- _Task statement_
Copy each line below exactly.

- _Input for this task_
private:
    void logSteer(const char* kind, std::string detail);
    // After every position: a steering that ended (its run closed, or its line no longer proposed).
    void checkSteering(bool run_ended);
    void ensureCrs(double lon_deg, double lat_deg);
    void loadPlan();
    void updateChecks(TimeNs t_ns);
    // A magnetometer sample as it arrived, waiting for a fix at or after its time.
    struct PendingSample {
        TimeNs t_ns = 0;
        std::size_t slot = 0;
        std::optional<double> field_nT, quality;
        double noise_nT = 0.0;
        bool warmed_up = false;  // the noise window was filled when it arrived
        TimeNs arrival_clock_ns = 0;  // survey clock when it arrived
    };
    void processPending(const PendingSample& p);
    // Processes waiting samples in order: those at or before up_to_ns, or (by_fix) those that
    // now have a fix at or after their time.
    void releasePending(TimeNs up_to_ns, bool by_fix);
    void processSample(SensorState& s, TimeNs t_ns, bool warmed_up);
    std::optional<FormingGapSpot> probeFormingGap(const SensorState& outer, bool starboard) const;
    void commitGapNames();
    coverage::SwathSample swathSample(const SensorState& s) const;
    std::vector<double> sensorCross() const;
    double planningThreshold_nT() const;
    void drainEpisodes();
    double magSilence_s(TimeNs at) const;
    void updateSetupChecks(std::size_t slot, TimeNs t_ns, const nav::SensorPose& pose);
    void countPoseReasons(std::uint32_t flags);

    SurveyConfig m_cfg;
    std::function<std::int64_t()> m_next_event_id;
    std::unique_ptr<nav::SurveyCrs> m_crs;
    std::unique_ptr<nav::Positioner> m_positioner;
    std::vector<detect::TargetModel> m_models;
    std::size_t m_coverage_model = 0;
    std::vector<detect::FourthDifferenceNoise> m_noise;
    std::vector<SensorState> m_sensors;
    std::vector<nav::SensorPose> m_poses;  // every sensor's pose at slot 0's latest sample
    std::map<int, std::size_t> m_sensor_slot;  // sensor index -> slot in m_sensors
    std::unique_ptr<coverage::SurveyCoverage> m_cov;
    coverage::CoverageRaster m_no_raster;
    checks::CheckSet m_checks;
    InvalidCounts m_invalid;

    std::optional<double> m_speed;
    std::optional<double> m_deviation;
    std::optional<double> m_forming_gap;
    std::optional<FormingGapSpot> m_forming_spot;
    coverage::GapNamer m_namer;
    std::optional<GnssStatus> m_gnss;
    std::optional<double> m_cable_out;
    std::optional<double> m_max_overlap_altitude;
    std::optional<coverage::Point> m_last_ref_pos;
    void setSurveyClock(TimeNs s_ns);
    void evaluateSilences(TimeNs at_ns);
    double recentDrops(TimeNs at_ns);
    TimeNs m_clock_ns = 0;           // receive clock (UTC receive time of the line being fed)
    TimeNs m_survey_ns = 0;          // survey clock S (0: no aligned line yet)
    TimeNs m_anchor_recv_ns = 0;     // receive time of the line that last moved S
    TimeNs m_anchor_survey_ns = 0;   // the S it set
    std::map<std::string, std::uint64_t> m_input_drops;
    std::vector<std::pair<TimeNs, std::uint64_t>> m_drop_reports;  // (S, count), last 10 s
    std::optional<TimeNs> m_last_fix_ns;
    std::optional<TimeNs> m_last_mag_ns;
    std::optional<TimeNs> m_first_mag_ns;
    std::map<std::size_t, TimeNs> m_last_mag_by_slot;  // survey clock of each sensor's last field
    std::optional<TimeNs> m_last_altitude_ns;
    int m_run_of_last_sample = coverage::kRunNone;
    std::deque<PendingSample> m_pending;            // in arrival order
    std::map<std::size_t, TimeNs> m_last_arrival_ns;  // aligned time of each slot's last sample

    bool m_site_seeded = false;
    std::vector<AlarmSummary> m_prior_alarms;
    std::vector<OutageSummary> m_prior_outages;
    std::vector<SessionInfo> m_prior_sessions;
    std::vector<std::vector<detect::AnomalyPick>> m_prior_picks;      // per earlier session
    std::vector<detect::VerificationPass> m_prior_passes;
    TimeNs m_first_sample_ns = 0, m_last_sample_ns = 0;

    std::map<std::uint64_t, std::int64_t> m_episode_event;  // episode id -> events.id
    std::function<void(const SensorState&)> m_observer;
    std::optional<coverage::Point> m_vessel_pos;
    log::Batch m_rows;

    // Setup checks (unknown_sensor, pose_inputs, crs_area).
    std::map<int, std::uint64_t> m_unknown_samples;
    std::map<int, TimeNs> m_unknown_last_ns;          // unknown index -> its latest sample time
    std::vector<std::optional<TimeNs>> m_pose_bad_since;  // per slot: start of the setup problem
    std::vector<double> m_pose_bad_s;                 // per slot: its length at the last sample
    std::uint64_t m_field_samples = 0;
    bool m_seen_heading = false;  // an HDT arrived
    bool m_seen_cable = false;    // a cable-out value arrived
    bool m_seen_depth = false;    // a sensor depth arrived
    // Where and when each pose input last arrived (survey time), for a value that stops.
    struct LastInput {
        std::optional<TimeNs> at_ns;
        std::string input;
    };
    LastInput m_last_heading, m_last_cable, m_last_depth;
    bool m_crs_checked = false;
    bool m_crs_refused = false;
    std::string m_crs_problem;
    std::vector<coverage::Point> m_track;

    // Anomaly picks and the verification strip.
    void feedPicker(const SensorState& s, std::size_t slot);
    detect::PickSettings m_pick_settings;
    std::optional<detect::AnomalyPicker> m_picker;
    detect::VerificationStrip m_strip;
    coverage::RunProfiles m_profiles;
    bool m_strip_placed = false;
};

}  // namespace sg::engine
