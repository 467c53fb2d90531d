// The tiled coverage raster and its scanline fill of swept quadrilaterals; see coverage_raster.hpp.
#include "coverage/coverage_raster.hpp"

#include <algorithm>
#include <bit>
#include <cmath>
#include <limits>
#include <stdexcept>

namespace sg::coverage {

namespace {

constexpr double kCodeScale = 16.0;  // codes per unit margin

// 64-bit mixing step (the finaliser of SplitMix64, Steele et al. 2014): stable across platforms.
std::uint64_t mix(std::uint64_t h, std::uint64_t v) {
    std::uint64_t z = h ^ (v + 0x9E3779B97F4A7C15ULL + (h << 6) + (h >> 2));
    z = (z ^ (z >> 30)) * 0xBF58476D1CE4E5B9ULL;
    z = (z ^ (z >> 27)) * 0x94D049BB133111EBULL;
    return z ^ (z >> 31);
}

struct XY {
    double x, y;
};

}  // namespace

std::uint8_t marginCode(double margin) {
    if (!(margin > 0.0)) return 0;
    const double q = std::floor(margin * kCodeScale);
    return static_cast<std::uint8_t>(std::min(q, 255.0));
}

double marginFromCode(std::uint8_t code) { return code / kCodeScale; }

CoverageRaster::CoverageRaster(double cell_size_m, Point origin)
    : m_cell_m(cell_size_m), m_inv_cell(1.0 / cell_size_m), m_origin(origin) {
    if (!(cell_size_m > 0.0 && cell_size_m <= 1000.0)) {
        throw std::invalid_argument("coverage raster: cell size must be in (0, 1000] m");
    }
}

// ---- tile index -------------------------------------------------------------------------------

namespace {
std::size_t slotOf(TileKey key, std::size_t mask) { return static_cast<std::size_t>(mix(0, key)) & mask; }
}  // namespace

- _Task solution_
private:
    void logSteer(const char* kind, std::string detail);
    // After every position: a steering that ended (its run closed, or its line no longer proposed).
    void checkSteering(bool run_ended);
    void ensureCrs(double lon_deg, double lat_deg);
    void loadPlan();
    void updateChecks(TimeNs t_ns);
    // A magnetometer sample as it arrived, waiting for a fix at or after its time.
    struct PendingSample {
        TimeNs t_ns = 0;
        std::size_t slot = 0;
        std::optional<double> field_nT, quality;
        double noise_nT = 0.0;
        bool warmed_up = false;  // the noise window was filled when it arrived
        TimeNs arrival_clock_ns = 0;  // survey clock when it arrived
    };
    void processPending(const PendingSample& p);
    // Processes waiting samples in order: those at or before up_to_ns, or (by_fix) those that
    // now have a fix at or after their time.
    void releasePending(TimeNs up_to_ns, bool by_fix);
    void processSample(SensorState& s, TimeNs t_ns, bool warmed_up);
    std::optional<FormingGapSpot> probeFormingGap(const SensorState& outer, bool starboard) const;
    void commitGapNames();
    coverage::SwathSample swathSample(const SensorState& s) const;
    std::vector<double> sensorCross() const;
    double planningThreshold_nT() const;
    void drainEpisodes();
    double magSilence_s(TimeNs at) const;
    void updateSetupChecks(std::size_t slot, TimeNs t_ns, const nav::SensorPose& pose);
    void countPoseReasons(std::uint32_t flags);

    SurveyConfig m_cfg;
    std::function<std::int64_t()> m_next_event_id;
    std::unique_ptr<nav::SurveyCrs> m_crs;
    std::unique_ptr<nav::Positioner> m_positioner;
    std::vector<detect::TargetModel> m_models;
    std::size_t m_coverage_model = 0;
    std::vector<detect::FourthDifferenceNoise> m_noise;
    std::vector<SensorState> m_sensors;
    std::vector<nav::SensorPose> m_poses;  // every sensor's pose at slot 0's latest sample
    std::map<int, std::size_t> m_sensor_slot;  // sensor index -> slot in m_sensors
    std::unique_ptr<coverage::SurveyCoverage> m_cov;
    coverage::CoverageRaster m_no_raster;
    checks::CheckSet m_checks;
    InvalidCounts m_invalid;

    std::optional<double> m_speed;
    std::optional<double> m_deviation;
    std::optional<double> m_forming_gap;
    std::optional<FormingGapSpot> m_forming_spot;
    coverage::GapNamer m_namer;
    std::optional<GnssStatus> m_gnss;
    std::optional<double> m_cable_out;
    std::optional<double> m_max_overlap_altitude;
    std::optional<coverage::Point> m_last_ref_pos;
    void setSurveyClock(TimeNs s_ns);
    void evaluateSilences(TimeNs at_ns);
    double recentDrops(TimeNs at_ns);
    TimeNs m_clock_ns = 0;           // receive clock (UTC receive time of the line being fed)
    TimeNs m_survey_ns = 0;          // survey clock S (0: no aligned line yet)
    TimeNs m_anchor_recv_ns = 0;     // receive time of the line that last moved S
    TimeNs m_anchor_survey_ns = 0;   // the S it set
    std::map<std::string, std::uint64_t> m_input_drops;
    std::vector<std::pair<TimeNs, std::uint64_t>> m_drop_reports;  // (S, count), last 10 s
    std::optional<TimeNs> m_last_fix_ns;
    std::optional<TimeNs> m_last_mag_ns;
    std::optional<TimeNs> m_first_mag_ns;
    std::map<std::size_t, TimeNs> m_last_mag_by_slot;  // survey clock of each sensor's last field
    std::optional<TimeNs> m_last_altitude_ns;
    int m_run_of_last_sample = coverage::kRunNone;
    std::deque<PendingSample> m_pending;            // in arrival order
    std::map<std::size_t, TimeNs> m_last_arrival_ns;  // aligned time of each slot's last sample

    bool m_site_seeded = false;
    std::vector<AlarmSummary> m_prior_alarms;
    std::vector<OutageSummary> m_prior_outages;
    std::vector<SessionInfo> m_prior_sessions;
    std::vector<std::vector<detect::AnomalyPick>> m_prior_picks;      // per earlier session
    std::vector<detect::VerificationPass> m_prior_passes;
    TimeNs m_first_sample_ns = 0, m_last_sample_ns = 0;

    std::map<std::uint64_t, std::int64_t> m_episode_event;  // episode id -> events.id
    std::function<void(const SensorState&)> m_observer;
    std::optional<coverage::Point> m_vessel_pos;
    log::Batch m_rows;

    // Setup checks (unknown_sensor, pose_inputs, crs_area).
    std::map<int, std::uint64_t> m_unknown_samples;
    std::map<int, TimeNs> m_unknown_last_ns;          // unknown index -> its latest sample time
    std::vector<std::optional<TimeNs>> m_pose_bad_since;  // per slot: start of the setup problem
    std::vector<double> m_pose_bad_s;                 // per slot: its length at the last sample
    std::uint64_t m_field_samples = 0;
    bool m_seen_heading = false;  // an HDT arrived
    bool m_seen_cable = false;    // a cable-out value arrived
    bool m_seen_depth = false;    // a sensor depth arrived
    // Where and when each pose input last arrived (survey time), for a value that stops.
    struct LastInput {
        std::optional<TimeNs> at_ns;
        std::string input;
    };
    LastInput m_last_heading, m_last_cable, m_last_depth;
    bool m_crs_checked = false;
    bool m_crs_refused = false;
    std::string m_crs_problem;
    std::vector<coverage::Point> m_track;

    // Anomaly picks and the verification strip.
    void feedPicker(const SensorState& s, std::size_t slot);
    detect::PickSettings m_pick_settings;
    std::optional<detect::AnomalyPicker> m_picker;
    detect::VerificationStrip m_strip;
    coverage::RunProfiles m_profiles;
    bool m_strip_placed = false;
};

}  // namespace sg::engine
repository 467c53fb2d90531d
// The tiled coverage raster and its scanline fill of swept quadrilaterals; see coverage_raster.hpp.
#include "coverage/coverage_raster.hpp"

#include <algorithm>
#include <bit>
#include <cmath>
#include <limits>
#include <stdexcept>

namespace sg::coverage {

namespace {

constexpr double kCodeScale = 16.0;  // codes per unit margin

// 64-bit mixing step (the finaliser of SplitMix64, Steele et al. 2014): stable across platforms.
std::uint64_t mix(std::uint64_t h, std::uint64_t v) {
    std::uint64_t z = h ^ (v + 0x9E3779B97F4A7C15ULL + (h << 6) + (h >> 2));
    z = (z ^ (z >> 30)) * 0xBF58476D1CE4E5B9ULL;
    z = (z ^ (z >> 27)) * 0x94D049BB133111EBULL;
    return z ^ (z >> 31);
}

struct XY {
    double x, y;
};

}  // namespace

std::uint8_t marginCode(double margin) {
    if (!(margin > 0.0)) return 0;
    const double q = std::floor(margin * kCodeScale);
    return static_cast<std::uint8_t>(std::min(q, 255.0));
}

double marginFromCode(std::uint8_t code) { return code / kCodeScale; }

CoverageRaster::CoverageRaster(double cell_size_m, Point origin)
    : m_cell_m(cell_size_m), m_inv_cell(1.0 / cell_size_m), m_origin(origin) {
    if (!(cell_size_m > 0.0 && cell_size_m <= 1000.0)) {
        throw std::invalid_argument("coverage raster: cell size must be in (0, 1000] m");
    }
}

// ---- tile index -------------------------------------------------------------------------------

namespace {
std::size_t slotOf(TileKey key, std::size_t mask) { return static_cast<std::size_t>(mix(0, key)) & mask; }
}  // namespace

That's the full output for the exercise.